Starting at the first line of the data below, retype every line up to and including the one containing "out.sort((a, b) => a - b);".

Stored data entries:

□ □ □

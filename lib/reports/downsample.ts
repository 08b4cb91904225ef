import { pickExtremes, takeAt } from "@/lib/analysis/downsample";
import type { SeriesResponse } from "@/lib/cycles/contracts";

/**
 * The series cut to at most maxPoints points for print by the one downsampler (lib/analysis):
 * each bucket's lowest and highest reading per channel, so no peak or dip is lost; a bucket with
 * no reading stays a gap. With fromS/toS only that window is kept. Plateau, band, flags and totals
 * are carried over.
 */
export function downsampleForReport(series: SeriesResponse, maxPoints: number, fromS?: number, toS?: number): SeriesResponse {
  const times = series.timesS;
  const { begin, end, buckets } = pickExtremes(
    times,
    series.channels.map((c) => c.values),
    maxPoints,
    fromS,
    toS,
  );
  const window = end - begin > 0 ? { from: times[begin], to: times[end - 1] } : series.window;
  if (!buckets) {
    const whole = begin === 0 && end === times.length;
    return {
      ...series,
      timesS: whole ? times : times.slice(begin, end),
      channels: whole ? series.channels : series.channels.map((c) => ({ ...c, values: c.values.slice(begin, end) })),
      window,
    };
  }
  return {
    ...series,
    timesS: takeAt(times, buckets.timeIndexes, null) as number[],
    channels: series.channels.map((c, k) => ({ ...c, values: takeAt(c.values, buckets.valueIndexes[k], null) })),
    window,
    fullResolution: false,
  };
}

/**
 * Every n-th sample (plus the last), untouched: for the phase diagram, where a temperature has to
 * be paired with the pressure read at the same instant.
 */
export function strideIndexes(length: number, maxPoints: number, keepFrom?: number, keepTo?: number): number[] {
  if (length <= 0) return [];
  const step = Math.max(1, Math.ceil(length / Math.max(2, maxPoints)));
  const out: number[] = [];
  for (let i = 0; i < length; i += step) out.push(i);
  if (keepFrom !== undefined && keepTo !== undefined) {
    const fineStep = Math.max(1, Math.ceil((keepTo - keepFrom) / Math.max(2, maxPoints / 2)));
    for (let i = keepFrom; i <= keepTo && i < length; i += fineStep) out.push(i);
    out.sort((a, b) => a - b);
  }
  if (out[out.length - 1] !== length - 1) out.push(length - 1);
  return out.filter((v, i) => i === 0 || v !== out[i - 1]);
}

□ □ □

Written answer ->
filename lib/reports/downsample.ts
repository 08b4cb91904225ef
import { pickExtremes, takeAt } from "@/lib/analysis/downsample";
import type { SeriesResponse } from "@/lib/cycles/contracts";

/**
 * The series cut to at most maxPoints points for print by the one downsampler (lib/analysis):
 * each bucket's lowest and highest reading per channel, so no peak or dip is lost; a bucket with
 * no reading stays a gap. With fromS/toS only that window is kept. Plateau, band, flags and totals
 * are carried over.
 */
export function downsampleForReport(series: SeriesResponse, maxPoints: number, fromS?: number, toS?: number): SeriesResponse {
  const times = series.timesS;
  const { begin, end, buckets } = pickExtremes(
    times,
    series.channels.map((c) => c.values),
    maxPoints,
    fromS,
    toS,
  );
  const window = end - begin > 0 ? { from: times[begin], to: times[end - 1] } : series.window;
  if (!buckets) {
    const whole = begin === 0 && end === times.length;
    return {
      ...series,
      timesS: whole ? times : times.slice(begin, end),
      channels: whole ? series.channels : series.channels.map((c) => ({ ...c, values: c.values.slice(begin, end) })),
      window,
    };
  }
  return {
    ...series,
    timesS: takeAt(times, buckets.timeIndexes, null) as number[],
    channels: series.channels.map((c, k) => ({ ...c, values: takeAt(c.values, buckets.valueIndexes[k], null) })),
    window,
    fullResolution: false,
  };
}

/**
 * Every n-th sample (plus the last), untouched: for the phase diagram, where a temperature has to
 * be paired with the pressure read at the same instant.
 */
export function strideIndexes(length: number, maxPoints: number, keepFrom?: number, keepTo?: number): number[] {
  if (length <= 0) return [];
  const step = Math.max(1, Math.ceil(length / Math.max(2, maxPoints)));
  const out: number[] = [];
  for (let i = 0; i < length; i += step) out.push(i);
  if (keepFrom !== undefined && keepTo !== undefined) {
    const fineStep = Math.max(1, Math.ceil((keepTo - keepFrom) / Math.max(2, maxPoints / 2)));
    for (let i = keepFrom; i <= keepTo && i < length; i += fineStep) out.push(i);
    out.sort((a, b) => a - b);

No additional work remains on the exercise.